This week, a University of Minnesota professor is launching a statewide tour to bring information on Alzheimer’s disease to Minnesotans.
Joseph Gaugler, who holds an endowed chair in long-term care and aging in the university’s School of Public Health, said he hopes to visit all 87 counties in the state.
“I’m not sure how long it will take,” he said with a laugh. “But I wanted to visit all the counties in Minnesota — talk to people, learn their experiences about memory loss and share with them new insights about dementia and dementia care.”
Gaugler’s first sessions will be Thursday in Wabasha and Zumbro Falls.
Nearly 100,000 Minnesotans are living with Alzheimer’s and another 250,000 are involved in the care of their loved ones, according to the Alzheimer’s Association chapter for Minnesota and North Dakota. As many as 5.7 million Americans suffer from the disease. As baby boomers age, some researchers have predicted a tsunami of new cases. The problem could be especially severe in rural Minnesota, which has a much older population than the state’s urban areas.
While 32 percent of Minnesotans in urban areas are age 50 and older, that number rises to 41 percent in small towns and 44 percent in rural areas of the state, according to the Minnesota State Demographic Center.
Alzheimer’s has no cure. Gaugler said the most important things for caregivers to know about are the resources available to help them.
“Knowing about resources is a good first step,” he said. “Resources may be geographically disparate from where people live, so how do we access those resources?”
Gaugler plans to coordinate his visits with local Area Agencies on Aging and county social services providers. “We definitely want to work hand in hand with the local people,” he said.
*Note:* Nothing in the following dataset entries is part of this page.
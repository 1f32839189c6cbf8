namespace TrimFit.Simulation;

/// <summary>Encodings loggers and spreadsheets write.</summary>
public enum CsvEncoding
{
    /// <summary>UTF-8.</summary>
    Utf8,
    /// <summary>UTF-8 with byte-order mark.</summary>
    Utf8WithMark,
    /// <summary>UTF-16 little endian.</summary>
    Utf16,
    /// <summary>UTF-16 little endian with byte-order mark.</summary>
    Utf16WithMark,
    /// <summary>Windows-1252.</summary>
    Windows1252,
}
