using System.Collections.Immutable;

namespace TrimFit.Core.Logs;

/// <summary>What the import read, what it left out and why, and what it inferred.</summary>
public sealed record ImportDiagnostics
{
    /// <summary>One entry for each file read, in the order given.</summary>
    public required ImmutableArray<InputFile> Files { get; init; }

    /// <summary>Rate, duration and gaps of the joined flight.</summary>
    public required SamplingSummary Sampling { get; init; }

    /// <summary>Faults the analysis survives, each a whole sentence that a pilot understands.</summary>
    public ImmutableArray<Notice> Warnings { get; init; } = [];

    /// <summary>Rows left out over all files.</summary>
    public int RowsLeftOut => Files.Sum(f => f.LeftOut.Sum(l => l.Rows));
}

/// <summary>One file as it was read.</summary>
public sealed record InputFile
{
    /// <summary>File name without its folder.</summary>
    public required string Name { get; init; }

    /// <summary>SHA-256 of the bytes, lower-case hex.</summary>
    public required string Sha256 { get; init; }

    /// <summary>What the file is, in words: delimiter, encoding, decimal mark, such as <c>CSV, semicolon, decimal comma, UTF-8</c>.</summary>
    public required string Format { get; init; }

    /// <summary>Data rows in the file; equals rows used plus rows left out.</summary>
    public required int RowsRead { get; init; }

    /// <summary>Rows left out, by reason.</summary>
    public ImmutableArray<RowsLeftOut> LeftOut { get; init; } = [];

    /// <summary>Every column with what became of it, in the file's order.</summary>
    public ImmutableArray<ColumnUse> Columns { get; init; } = [];

    /// <summary>Seconds added to this file's clock to bring it to the flight's; null when it is the only file or shares the clock.</summary>
    public double? ClockOffsetSec { get; init; }

    /// <summary>Standard error of <see cref="ClockOffsetSec"/>, s; null when the clocks are the same by their stamps.</summary>
    public double? ClockOffsetStdErrorSec { get; init; }
}

/// <summary>Rows left out for one reason.</summary>
/// <param name="Reason">Why, in the pilot's words.</param>
/// <param name="Rows">How many rows.</param>
/// <param name="FirstLine">Line of the first of them in the file, counted from 1.</param>
public sealed record RowsLeftOut(string Reason, int Rows, int FirstLine);

/// <summary>What became of one column.</summary>
/// <param name="Name">Name in the header, or <c>column 3</c> without a header.</param>
/// <param name="Role">The role it was given; null when it is not used.</param>
/// <param name="Unit">Unit the file's numbers were taken to be in; empty when none.</param>
/// <param name="Basis">How role and unit were decided: name, header, units row, told, inferred from the data; empty when not used.</param>
/// <param name="Missing">Cells without a value.</param>
public sealed record ColumnUse(string Name, ChannelRole? Role, string Unit, string Basis, int Missing);

/// <summary>Rate, duration and gaps.</summary>
public sealed record SamplingSummary
{
    /// <summary>Absolute time of the first sample; null when no logger knew the date.</summary>
    public DateTimeOffset? Start { get; init; }

    /// <summary>Whether <see cref="Start"/> is known to be UTC; else its zone is the logger's own.</summary>
    public bool StartIsUtc { get; init; }

    /// <summary>From first to last sample, s.</summary>
    public required double DurationSec { get; init; }

    /// <summary>Rate of the fastest channel, Hz: one over the median step between its samples.</summary>
    public required double RateHz { get; init; }

    /// <summary>Pauses longer than five median steps and longer than 2 s.</summary>
    public ImmutableArray<TimeGap> Gaps { get; init; } = [];
}

/// <summary>A pause in the record.</summary>
/// <param name="StartSec">Time of the last sample before it.</param>
/// <param name="DurationSec">Its length, s.</param>
public sealed record TimeGap(double StartSec, double DurationSec);

/// <summary>One message with a code that scripts can rely on.</summary>
/// <param name="Code">Lower-case words joined by underscores.</param>
/// <param name="Message">A whole sentence, in the pilot's words.</param>
public sealed record Notice(string Code, string Message);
He’ll run through the 10 warning signs of Alzheimer’s and discuss the latest research into possible causes.
There is a genetic link to Alzheimer’s, Gaugler said, but Alzheimer’s in the family tree doesn’t necessarily mean that a person will get it. Lifestyle issues are believed to play a role in the onset of Alzheimer’s, he said; researchers have established that obesity and heart problems can be contributing factors.